We see the LLM notice the very kinds of errors that I’d fumbled through initially. And it’s using tests that it built — from the test data I supplied — to spot the errors. I’ve tried before to get that to happen, by feeding test outputs back into the loop, but never got good results. Even with this massively better prompt, Cody and Copilot struggled to write code that could pass the tests.
The GPT-4 code interpreter model still needed some prodding, but it did get there. On a toy problem, admittedly, but there are a lot like it that chew up time and attention. If we can solve them quickly and reliably, we can focus on bigger problems where, I hope, we’ll also benefit from automation of the generate/test cycle.
A Chorus of Stochastic Parrots
Although we were already using a link-checking tool, I wanted to double-check and was curious how quickly and easily I could put together a simple checker with the help of my team. The tool came together nicely and, while using it, I wondered about the headers returned by the server. When I asked my team to explain them, they provided an interesting variety of explanations.

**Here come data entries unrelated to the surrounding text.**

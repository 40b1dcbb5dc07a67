package store

import (
	"errors"
	"math"
	"testing"
	"time"

	bolt "go.etcd.io/bbolt"

	"github.com/gridloupe/gridloupe/metrics"
	"github.com/gridloupe/gridloupe/metrics/events"
)

func testWave(frames int) (*Waveform, func(i, c int) float32) {
	meta := &Waveform{Start: time.Date(2026, 3, 1, 10, 0, 0, 312_207_000, time.UTC), SampleRate: 10240,
		Channels:  []WaveChannel{{"va", true}, {"vb", true}, {"ia", false}},
		DeclaredV: 230, NominalHz: 50, DipPct: 90, SwellPct: 110, IntPct: 5, HystPct: 2}
	at := func(i, c int) float32 {
		if c == 1 && i == 7 {
			return float32(math.NaN())
		}
		a := []float64{325.27, 180.1, 56.6}[c]
		return float32(a * math.Sin(2*math.Pi*50.02*float64(i)/10240+float64(c)))
	}
	return meta, at
}

// TestWaveformRoundTrip: int16 counts of a per-channel scale keep every
// sample within half a count (peak/65534: closed form of rounding), NaN
// survives as missing, and the size is 2 bytes per sample plus the header.
func TestWaveformRoundTrip(t *testing.T) {
	t.Parallel()
	const frames = 4099
	meta, at := testWave(frames)
	b := EncodeWaveform(meta, frames, at)
	header := 1 + 8 + 8 + 4 + 1 + 6*4 + (1+2+1+4)*3
	if want := header + 2*frames*3; len(b) != want {
		t.Fatalf("%d bytes, want %d (stated budget: 2 bytes per sample plus header)", len(b), want)
	}
	w, err := DecodeWaveform(b)
	if err != nil {
		t.Fatal(err)
	}
	if !w.Start.Equal(meta.Start) || w.SampleRate != 10240 || len(w.Channels) != 3 || w.Channels[2] != (WaveChannel{"ia", false}) || w.DipPct != 90 {
		t.Fatalf("header %+v", w)
	}
	for c := range 3 {
		peak := 0.0
		for i := range frames {
			if v := float64(at(i, c)); v == v {
				peak = max(peak, math.Abs(v))
			}
		}
		tol := peak/32767/2 + peak*1e-6 // half a count, plus float32 rounding of scale and output (2^-23 each, of the peak)
		for i := range frames {
			want, got := float64(at(i, c)), float64(w.Samples[c][i])
			if math.IsNaN(want) != math.IsNaN(got) || (!math.IsNaN(want) && math.Abs(got-want) > tol) {
				t.Fatalf("channel %d frame %d: %v, want %v ± %v", c, i, got, want, tol)
			}
		}
	}
}

func TestEventsStored(t *testing.T) {
	t.Parallel()
	db := openTest(t, Options{})
	base := time.Date(2026, 3, 1, 10, 0, 0, 0, time.UTC)
	meta, at := testWave(2000)
	var ids []string
	for i := range 3 {
		start := base.Add(time.Duration(i) * time.Minute)
		r := events.Record{Kind: events.Dip, ID: events.ID(events.Dip, start), Start: start, DurationS: 0.12,
			Channels: []string{"va"}, Worst: "va", ExtremeV: 138.3, ExtremePct: 60.13, WaveformSamples: 2000, WaveformStart: start}
		msg := &Message{Class: ClassEvent, Topic: "gridloupe/s/g/event", Payload: []byte(`{"event":"dip"}`), QoS: 1}
		seq, err := db.PutEvent(r, EncodeWaveform(meta, 2000, at), msg)
		if err != nil || seq == 0 {
			t.Fatalf("PutEvent: %d %v", seq, err)
		}
		ids = append(ids, r.ID)
	}
	var got []events.Record
	if err := db.Events(base.Add(30*time.Second), time.Time{}, func(r events.Record) error { got = append(got, r); return nil }); err != nil {
		t.Fatal(err)
	}
	if len(got) != 2 || got[0].ID != ids[1] || got[0].Seq == 0 || got[0].ExtremeV != 138.3 || got[1].Kind != events.Dip {
		t.Fatalf("events from 10:00:30: %+v", got)
	}
	msgs, err := db.Pending(0, 10)
	if err != nil || len(msgs) != 3 || msgs[0].Class != ClassEvent {
		t.Fatalf("outbox %+v %v, want the three event messages", msgs, err)
	}
	rec, wave, err := db.Event(ids[2])
	if err != nil || rec.ID != ids[2] {
		t.Fatal(err)
	}
	if w, err := DecodeWaveform(wave); err != nil || len(w.Samples[0]) != 2000 {
		t.Fatalf("waveform: %v", err)
	}
	if _, _, err := db.Event("dip-nope"); !errors.Is(err, ErrNoEvent) {
		t.Fatalf("unknown id: %v, want ErrNoEvent", err)
	}
	checkBolt(t, db)
}

// TestEventLookupIsKeyed: among many events, Event finds each by its id
// (which names the start to the microsecond, metrics/events.ID), including
// two of different kinds in the same microsecond, without decoding the
// others: a damaged record elsewhere in the bucket does not disturb it.
func TestEventLookupIsKeyed(t *testing.T) {
	t.Parallel()
	db := openTest(t, Options{})
	meta, at := testWave(64)
	wave := EncodeWaveform(meta, 64, at)
	base := time.Date(2026, 3, 1, 10, 0, 0, 123_456_789, time.UTC)
	const n = 3000
	var ids []string
	for i := range n {
		start := base.Add(time.Duration(i) * 1500 * time.Millisecond)
		k := []events.Kind{events.Dip, events.Swell, events.Interruption}[i%3]
		r := events.Record{Kind: k, ID: events.ID(k, start), Start: start, DurationS: float64(i)}
		if _, err := db.PutEvent(r, wave, nil); err != nil {
			t.Fatal(err)
		}
		ids = append(ids, r.ID)
	}
	// A second event in the same microsecond as the last one.
	twin := events.Record{Kind: events.Dip, ID: events.ID(events.Dip, base.Add((n-1)*1500*time.Millisecond+300)),
		Start: base.Add((n-1)*1500*time.Millisecond + 300), DurationS: -1}
	if _, err := db.PutEvent(twin, nil, nil); err != nil {
		t.Fatal(err)
	}
	// Damage a record between the first and the others.
	err := db.bdb.Update(func(tx *bolt.Tx) error {
		return tx.Bucket(bktEvents).Put(aggKey(nil, base.Add(time.Second), 1), []byte{9, 9})
	})
	if err != nil {
		t.Fatal(err)
	}
	for _, i := range []int{0, 1, 2, n / 2, n - 2, n - 1} {
		r, w, err := db.Event(ids[i])
		if err != nil || r.ID != ids[i] || r.DurationS != float64(i) || len(w) != len(wave) {
			t.Fatalf("Event(%s): %+v, %d bytes, %v; want the record put under that id, with its waveform (src: DB.Event doc)", ids[i], r, len(w), err)
		}
	}
	if r, _, err := db.Event(twin.ID); r.DurationS != -1 || !errors.Is(err, ErrNoWaveform) {
		t.Fatalf("twin: %+v %v, want it, without a waveform (src: DB.Event doc, ErrNoWaveform; metrics/events.ID names the start to the microsecond)", r, err)
	}
	for _, id := range []string{"dip-nope", "sag-20260301T100000.123456Z", events.ID(events.Dip, base.Add(time.Hour*1000))} {
		if _, _, err := db.Event(id); !errors.Is(err, ErrNoEvent) {
			t.Fatalf("Event(%q): %v, want ErrNoEvent (src: DB.Event doc; a malformed id, an unknown kind, no event then)", id, err)
		}
	}
}

// TestWaveformCap: waveforms beyond a quarter of the usable file are
// dropped oldest first and counted as event_waveform losses; the event
// records stay.
func TestWaveformCap(t *testing.T) {
	t.Parallel()
	db := openTest(t, Options{MaxSizeMB: 4})
	meta, at := testWave(40960) // 4 s of 3 channels: 245,760 bytes each
	wave := EncodeWaveform(meta, 40960, at)
	base := time.Date(2026, 3, 1, 10, 0, 0, 0, time.UTC)
	for i := range 12 {
		start := base.Add(time.Duration(i) * time.Second)
		r := events.Record{Kind: events.Swell, ID: events.ID(events.Swell, start), Start: start}
		if _, err := db.PutEvent(r, wave, nil); err != nil {
			t.Fatal(err)
		}
	}
	lost := db.Losses()[ClassEventWaveform]
	if lost == 0 {
		t.Fatalf("no waveform dropped under a 4 MiB cap")
	}
	n := 0
	_ = db.Events(time.Time{}, time.Time{}, func(events.Record) error { n++; return nil })
	if n != 12 {
		t.Fatalf("%d events kept, want all 12", n)
	}
	if _, _, err := db.Event(events.ID(events.Swell, base)); !errors.Is(err, ErrNoWaveform) {
		t.Fatalf("oldest event: %v, want ErrNoWaveform", err)
	}
	if _, _, err := db.Event(events.ID(events.Swell, base.Add(11*time.Second))); err != nil {
		t.Fatalf("newest event: %v", err)
	}
	if kept := 12 - int(lost); int64(kept*len(wave)) > db.usable/waveShare {
		t.Fatalf("%d waveforms kept, over the budget", kept)
	}
}

func FuzzDecodeWaveform(f *testing.F) {
	meta, at := testWave(16)
	f.Add(EncodeWaveform(meta, 16, at))
	f.Add([]byte{1})
	f.Fuzz(func(t *testing.T, b []byte) {
		w, err := DecodeWaveform(b)
		if err == nil && len(w.Samples) != len(w.Channels) {
			t.Fatal("channels and samples disagree")
		}
		_, _ = decodeEvent(b)
	})
}

// TestTrimTakesStoredEvents: the whole-file cap gives stored event data up
// in the order of sacrifice (README "The store": event waveforms before the
// oldest 3 s records, events after them): waveforms first, each counted
// under event_waveform, then 3 s records, then event records with any
// waveform still kept, counted under event; no waveform outlives its event.
func TestTrimTakesStoredEvents(t *testing.T) {
	t.Parallel()
	db := openTest(t, Options{MaxSizeMB: 16})
	s := setup1([]int{1, 3, 5})
	if err := db.SetLayout(s); err != nil {
		t.Fatal(err)
	}
	var recs []*metrics.Record
	for i := range 300 {
		recs = append(recs, smallRecord(s, metrics.Int3s, t0.Add(time.Duration(i)*3*time.Second), uint64(i)))
	}
	if err := db.PutAggregates(recs); err != nil {
		t.Fatal(err)
	}
	meta, at := testWave(2000) // 12 kB each: an overflow run of its own
	wave := EncodeWaveform(meta, 2000, at)
	const nev = 20
	for i := range nev {
		start := t0.Add(time.Duration(i) * time.Minute)
		r := events.Record{Kind: events.Dip, ID: events.ID(events.Dip, start), Start: start}
		if _, err := db.PutEvent(r, wave, nil); err != nil {
			t.Fatal(err)
		}
	}
	counts := func() (evs, waves int) {
		_ = db.bdb.View(func(tx *bolt.Tx) error {
			evs, waves = tx.Bucket(bktEvents).Stats().KeyN, tx.Bucket(bktWaveforms).Stats().KeyN
			return nil
		})
		return
	}
	trimBy := func(n int64) {
		db.wmu.Lock()
		defer db.wmu.Unlock()
		if err := db.trim(db.inUse() - n); err != nil {
			t.Fatal(err)
		}
	}
	// 1. About half the waveforms' bytes: only waveforms go.
	trimBy(int64(nev/2) * int64(len(wave)))
	evs, waves := counts()
	if evs != nev || waves == nev || waves == 0 || db.Stats().Records[metrics.Int3s] != 300 {
		t.Fatalf("after a small trim: %d events, %d waveforms, %d 3 s records; want all events and records, some waveforms gone (src: README \"MQTT topics and payloads\", the order of sacrifice)",
			evs, waves, db.Stats().Records[metrics.Int3s])
	}
	if got := db.Losses()[ClassEventWaveform]; got != uint64(nev-waves) {
		t.Fatalf("event_waveform losses %d, want %d, one per waveform deleted (src: README \"MQTT topics and payloads\": every record or message given up is counted)", got, nev-waves)
	}
	if _, _, err := db.Event(events.ID(events.Dip, t0)); !errors.Is(err, ErrNoWaveform) {
		t.Fatalf("oldest event after the trim: %v, want ErrNoWaveform (src: README \"MQTT topics and payloads\": the oldest stored captures go first)", err)
	}
	// 2. Enough to take every waveform and then some 3 s records, not events.
	trimBy(int64(waves)*int64(len(wave)) + 20_000)
	evs, waves = counts()
	if evs != nev || waves != 0 || db.Stats().Records[metrics.Int3s] == 300 {
		t.Fatalf("after a larger trim: %d events, %d waveforms, %d 3 s records; want all events, no waveform, fewer records (src: README \"MQTT topics and payloads\", the order of sacrifice)", evs, waves, db.Stats().Records[metrics.Int3s])
	}
	if got := db.Losses()[ClassEventWaveform]; got != nev {
		t.Fatalf("event_waveform losses %d, want %d, every waveform (src: README \"MQTT topics and payloads\": every record or message given up is counted)", got, nev)
	}
	// 3. Past every 3 s record: the oldest events go, counted.
	for range 200 {
		if evs, _ = counts(); evs < nev {
			break
		}
		trimBy(20_000)
	}
	if db.Stats().Records[metrics.Int3s] != 0 || evs == nev {
		t.Fatalf("after trimming everything: %d 3 s records, %d events; want no record and fewer events (src: README \"MQTT topics and payloads\", the order of sacrifice)", db.Stats().Records[metrics.Int3s], evs)
	}
	if got := db.Losses()[ClassEvent]; got != uint64(nev-evs) {
		t.Fatalf("event losses %d, want %d, one per event deleted (src: README \"MQTT topics and payloads\": every record or message given up is counted)", got, nev-evs)
	}
	checkBolt(t, db)
}

// TestEventCapsCountWaveforms: an event record given up while its waveform
// is still kept takes the waveform with it, and both are counted: by the
// 20,000-record cap (README "Voltage events": "the oldest record goes,
// counted under event (its waveform, if still kept, under
// event_waveform)") and by the whole-file cap's stored events (README "MQTT
// topics and payloads": the oldest stored records with any capture still
// kept; every record or message given up is counted).
func TestEventCapsCountWaveforms(t *testing.T) {
	t.Parallel()
	meta, at := testWave(64)
	wave := EncodeWaveform(meta, 64, at)
	put := func(db *DB, start time.Time, w []byte) {
		t.Helper()
		r := events.Record{Kind: events.Dip, ID: events.ID(events.Dip, start), Start: start}
		if _, err := db.PutEvent(r, w, nil); err != nil {
			t.Fatal(err)
		}
	}
	counts := func(db *DB) (evs, waves int) {
		_ = db.bdb.View(func(tx *bolt.Tx) error {
			evs, waves = tx.Bucket(bktEvents).Stats().KeyN, tx.Bucket(bktWaveforms).Stats().KeyN
			return nil
		})
		return
	}
	t.Run("max events", func(t *testing.T) {
		db := openTest(t, Options{})
		put(db, t0, wave)
		put(db, t0.Add(time.Second), wave)
		// fill up to maxEvents directly, in one transaction, between them and the last
		err := db.bdb.Update(func(tx *bolt.Tx) error {
			eb := tx.Bucket(bktEvents)
			for i := range maxEvents - 1 {
				start := t0.Add(time.Minute + time.Duration(i)*time.Second)
				v, err := encodeEvent(&events.Record{Kind: events.Swell, ID: events.ID(events.Swell, start), Start: start})
				if err != nil {
					return err
				}
				if err := eb.Put(aggKey(nil, start, uint64(10+i)), v); err != nil {
					return err
				}
			}
			return nil
		})
		if err != nil {
			t.Fatal(err)
		}
		put(db, t0.Add(48*time.Hour), nil) // maxEvents + 2 records: the two oldest go
		evs, waves := counts(db)
		l := db.Losses()
		if evs != maxEvents || waves != 0 || l[ClassEvent] != 2 || l[ClassEventWaveform] != 2 {
			t.Fatalf("%d events, %d waveforms, losses event %d, event_waveform %d; want %d, 0, 2, 2 (src: README \"Voltage events\")",
				evs, waves, l[ClassEvent], l[ClassEventWaveform], maxEvents)
		}
	})
	t.Run("size cap", func(t *testing.T) {
		db := openTest(t, Options{})
		for i := range 3 {
			put(db, t0.Add(time.Duration(i)*time.Minute), wave)
		}
		db.wmu.Lock()
		n, err := db.deleteStoredEvents(storedEvents, 2, func(_, _ []byte) bool { return true })
		db.wmu.Unlock()
		if err != nil || n != 2 {
			t.Fatalf("deleteStoredEvents: %d, %v; want 2 (the limit)", n, err)
		}
		evs, waves := counts(db)
		l := db.Losses()
		if evs != 1 || waves != 1 || l[ClassEvent] != 2 || l[ClassEventWaveform] != 2 {
			t.Fatalf("%d events, %d waveforms, losses event %d, event_waveform %d; want 1, 1, 2, 2 (src: README \"MQTT topics and payloads\", the order of sacrifice)",
				evs, waves, l[ClassEvent], l[ClassEventWaveform])
		}
		if _, _, err := db.Event(events.ID(events.Dip, t0.Add(2*time.Minute))); err != nil {
			t.Fatalf("newest event: %v, want it with its waveform (src: the oldest go first)", err)
		}
		checkBolt(t, db)
	})
}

In Choral Explanations, Mike Caulfield describes how the process of question-answering on sites like StackExchange and Quora delivers a range of answers from which readers can synthesize an understanding.
These “choral explanations”
1. combine to push me to a deep understanding no single explanation can, and
2. give me multiple routes into the content
My team of stochastic parrots can produce that effect. If Copilot says “any origin is allowed to access the resource” I might wonder how “origin” is defined. When Cody adds “cross-origin requests from any domain” I can relate “origin” to “domain”. And GPT-4 connects these concepts to CORS. You don’t always want this effect, often you’re looking for a single best answer, but when you’re trying to learn about a topic, a chorus of explanations can be very helpful.
When to Silence the Chorus
One final task was to find a set of small images that had to be restyled. My team of assistants helped me put together a basic script to scan the source tree for images, then quickly iterate through a few different approaches to extracting image dimensions. But the transformations needed to produce links to the pages that contain those images proved fiddly, and in this case the chorus was more like a cacophony.
In the end, after spending too much time trying different and unsatisfactory approaches, I benched the team and completed the task myself. As with all technologies that augment human intelligence, there’s a real risk of atrophy. Wayfinding without GPS is becoming a lost art, and coding without LLMs is heading in the same direction.
Ideally, our assistants will free us from low-level details so we can focus on higher-order reasoning, and often that’s what happens. But just as it’s sometimes useful to turn off your phone and navigate by dead reckoning, it’s also important to know when to silence the chorus of coding assistants.